The right way to clone the repo with submodules:
git clone --recurse-submodules
Now it comes to the MPI issue (cannot find mpi.h
). Add INCLUDE path to .bashrc
.
export CPLUS_INCLUDE_PATH=$INCLUDE
export C_INCLUDE_PATH=$INCLUDE
New error:
/users/b145872/project-dir/app/scream/components/scream/ekat/src/ekat/util/scream_arch.cpp(34): error: class "Kokkos::Serial" has no member "impl_is_initialized"
ss << "ExecSpace initialized: " << (DefaultDevice::execution_space::impl_is_initialized() ? "yes" : "no") << "\n";
We then found the Kokkos default settings are not what we want, Seriel is not acceptable.
-- Final kokkos settings variable:
-- env;KOKKOS_CMAKE=yes;KOKKOS_SRC_PATH=/users/b145872/project-dir/app/scream/externals/kokkos;KOKKOS_PATH=/users/b145872/project-dir/app/scream/externals/kokkos;KOKKOS_INSTALL_PATH=/users/b145872/project-dir/app/scream_run/scream_test01/kokkos/install;KOKKOS_ARCH=None;KOKKOS_DEVICES=Serial;KOKKOS_DEBUG=no;KOKKOS_OPTIONS=disable_dualview_modify_check;KOKKOS_USE_TPLS=librt
We then re-source the ~/.bashrc
. It seems the configure grep the MPI settings now, with OpenMP as the Parallel settings. New error in configuring SCREAM:
CMake Error at /users/b145872/project-dir/app/scream/externals/kokkos/cmake/kokkos_functions.cmake:49 (MESSAGE):
Matching option found for Kokkos_ENABLE_DEBUG with the wrong case
Kokkos_ENABLE_Debug. Please delete your CMakeCache.txt and change option
to -DKokkos_ENABLE_DEBUG=FALSE. This is now enforced to avoid
hard-to-debug CMake cache inconsistencies.

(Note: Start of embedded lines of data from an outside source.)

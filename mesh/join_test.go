package mesh

import (
	"math"
	"testing"
)

// Joined meshes keep their surfaces apart: two tetrahedra give two shells of 4 faces, and the
// joined volume is the sum (divergence theorem on each closed surface: 1/6 each).
func TestJoinKeepsSurfaces(t *testing.T) {
	a := fuzzTetra()
	b := fuzzTetra()
	for i := range b.Vertices {
		b.Vertices[i][0] += 5
	}
	j := Join(a, nil, b)
	if len(j.Triangles) != 8 || len(j.Vertices) != 8 {
		t.Fatalf("%d triangles, %d vertices", len(j.Triangles), len(j.Vertices))
	}
	if s := Shells(j); len(s) != 2 {
		t.Errorf("%d shells", len(s))
	}
	if v, want := Volume(j), Volume(a)+Volume(b); math.Abs(v-want) > 1e-12 {
		t.Errorf("volume %g, want %g", v, want)
	}
}
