//go:build unix

package mesh

import (
	"syscall"
	"time"
)

// cpuTime is the user and system CPU time of this process (who = syscall.RUSAGE_SELF) or of
// its finished children (RUSAGE_CHILDREN). On a shared machine it measures the work a
// benchmark does, where wall-clock time also counts the waits for a core.
func cpuTime(who int) time.Duration {
	var ru syscall.Rusage
	if err := syscall.Getrusage(who, &ru); err != nil {
		return 0
	}
	return time.Duration(ru.Utime.Nano() + ru.Stime.Nano())
}

const (
	cpuSelf     = syscall.RUSAGE_SELF
	cpuChildren = syscall.RUSAGE_CHILDREN
)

This is weird. In configuring Kokkos, we give excatly “-DKokkos_ENABLE_DEBUG=ON ", and in configuring SCREAM, there is no such option. Using grep, we found several “Debug” in components/scream/ekat/cmake/Kokkos.cmake
, after changing to “DEBUG”, we pass this point…
New error [26%]:
/users/b145872/project-dir/app/scream/components/scream/ekat/src/ekat/scream_kokkos_meta.hpp(18): error: class "Kokkos::MemoryTraits<0U>" has no member "RandomAccess"
value = ((View::traits::memory_traits::RandomAccess ? Kokkos::RandomAccess : 0) |
According to kokkos programming guide, the RandomAccess
is a trait from CUDA. It seems we also have to build cuda for SCREAM? If this is true, the SCREAM is required to run on GPU nodes. Okay, just a simple test, let us first see what would happen if we build kokkos in seriel mode.
The seriel mode shows similar errors. Besides, I noticed it seems all memory access operation including “Atomic Access” traits are missing, thus it may not be simply “need cuda” issues. Interesting.
When I used the latest kokkos from github, different errors occur when try “Seriel” and “OPENMP”. When only “Seriel” is turned on, MPI errors will occur in compiling SCREAM.
On Jul 20, I found a new version of master branch and following the new instructions in build.md, the test can be finished successfully.
When I turn on CUDA with cuda version 10.1, there are still problems.